Teaser
Haqiqa
2026, 110 min, Film essay, documentary. Work-in-progress.
(Morocco, USA, Germany)
Directors: Anastasia Shubina, Timofey Glinin
Cinematographer: Anton Zorin
Producer: Ksenia Gapchenko
Logline
An eccentric philosopher who discovered Islam through books travels to Morocco with filmmakers. What starts as observation turns into the riddle of his disappearance — and a meditation on cinema as mystery
Synopsis
Haqiqa (“Truth”) is an essay-documentary about a journey that turns into a disappearance.
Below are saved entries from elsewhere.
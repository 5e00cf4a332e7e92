import { z } from "zod";
import { TEST_KINDS } from "@/lib/captures/input-schemas";
import { CHECK_IDS, CHECK_LABELS, type CheckId } from "@/lib/analysis";
import { HARMONIC_FIGURE, MAX_TREND_HARMONIC } from "./figure-rows";

/** Figures a trend can show: every numeric check, and any single harmonic order. */
export const TREND_FIGURES = [...CHECK_IDS.filter((c) => c !== "phase-sequence"), HARMONIC_FIGURE] as const;
export type TrendFigure = (typeof TREND_FIGURES)[number];

export const TREND_FIGURE_LABELS: Record<TrendFigure, string> = {
  ...(Object.fromEntries(CHECK_IDS.filter((c) => c !== "phase-sequence").map((c) => [c, CHECK_LABELS[c]])) as Record<Exclude<CheckId, "phase-sequence">, string>),
  [HARMONIC_FIGURE]: "Single harmonic order",
};

/** The plan check that decides which capture is a unit's record for the figure. */
export const checkOfFigure = (figure: TrendFigure): CheckId => (figure === HARMONIC_FIGURE ? "individual-harmonic" : figure);

const blankToUndefined = (v: unknown) => (v === "" || v === null ? undefined : v);
const day = (what: string) => z.preprocess(blankToUndefined, z.string().regex(/^\d{4}-\d{2}-\d{2}$/, `${what} must be a date written YYYY-MM-DD`)
  // A calendar day (no 30 February rolled into March) within a range the database and the export can write.
  .refine((s) => { const t = Date.parse(`${s}T00:00:00Z`); return Number.isFinite(t) && new Date(t).toISOString().slice(0, 10) === s && s >= "1970-01-01" && s <= "2999-12-31"; },
    `${what} is not a calendar date between 1970 and 2999`).optional());
const id = (what: string) => z.preprocess(blankToUndefined, z.uuid(`${what} is not a known id`).optional());

/** The trends page's URL (and its CSV export's): shared so a filtered view can be bookmarked and exported. */
export const trendQuerySchema = z.object({
  rating: id("Model"),
  figure: z.preprocess(blankToUndefined, z.enum(TREND_FIGURES, `Figure must be one of ${TREND_FIGURES.join(", ")}`).default("voltage")),
  order: z.preprocess(blankToUndefined, z.coerce.number({ error: "Harmonic order must be a whole number" }).int("Harmonic order must be a whole number")
    .min(2, "Harmonic order starts at 2").max(MAX_TREND_HARMONIC, `Harmonic order goes up to ${MAX_TREND_HARMONIC}`).default(5)),
  from: day("From"),
  to: day("To"),
  client: id("Client"),
  kind: z.preprocess(blankToUndefined, z.enum(TEST_KINDS, `Test kind must be one of ${TEST_KINDS.join(", ")}`).optional()),
  bench: id("Bench"),
  instrument: id("Instrument"),
  x: z.preprocess(blankToUndefined, z.enum(["serial", "date"], "Order by serial or date").default("serial")),
}).refine((q) => !q.from || !q.to || q.from <= q.to, { path: ["to"], message: "To must not be before From" });

export type TrendQuery = z.output<typeof trendQuerySchema>;

/** Parses URL search parameters (first value of each); a bad one is named in `errors`. */
export function parseTrendQuery(params: Record<string, string | string[] | undefined> | URLSearchParams) {
  const flat = params instanceof URLSearchParams ? Object.fromEntries(params.entries())
    : Object.fromEntries(Object.entries(params).map(([k, v]) => [k, Array.isArray(v) ? v[0] : v]));
  const parsed = trendQuerySchema.safeParse(flat);
  if (parsed.success) return { query: parsed.data, errors: [] as string[] };
  return { query: null, errors: parsed.error.issues.map((i) => `${String(i.path[0] ?? "query")}: ${i.message}`) };
}

/** The same query back as URL parameters (defaults and blanks left out). */
export function trendQueryString(q: Partial<TrendQuery>): string {
  const out = new URLSearchParams();
  for (const [k, v] of Object.entries(q)) if (v !== undefined && v !== "") out.set(k, String(v));
  return out.toString();
}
Offsay, a Belarusian philosopher who discovered Islam through books, travels abroad for the first time — to Morocco — with filmmaker friends who once attended his offbeat lectures on cinema and philosophy in Russia. What begins as an observational film in Casablanca, Marrakesh and the Atlas Mountains soon shifts: Offsay resists the camera, provokes contradictions, and gradually slips away. He argues with Beckett in an alley, tests Lacan against the bleating of goats, and questions Deleuze at the marketplace. Step by step, he disappears. What remains is an enigmatic archive of notebooks, sound recordings, and unfinished images. Following these traces, the filmmakers reconstruct a map of thought and absence. The film becomes a philosophical cartography — part detective story, part meditation on cinema as mystery, and on the fragile possibility of belief.
Directors' statement
By the time filming began in 2019, we had known Offsay for more than a decade. For years we attended his film club, watching experimental cinema, listening to avant-garde music, and discussing philosophy. It was a place where we learned cinema — not through theory, but through experience. Philosophy for him was never abstract knowledge, but a trial, a way of living, which eventually led him to Islam. Together we decided to travel to Morocco — his first journey outside the post-Soviet world. Once there, he spoke little, filming instead, searching for his own radically honest encounter with Islam and the Arab world. He refused our “conventional” documentary approach, and at some point simply disappeared — first in Morocco, then from our lives. For years, the material remained as fragments: scenes of Moroccan life, his notes and images. Yet the film kept returning to us, and we decided to follow his traces once more. Thus Haqiqa — meaning both “truth” and “reality” in Arabic — was born.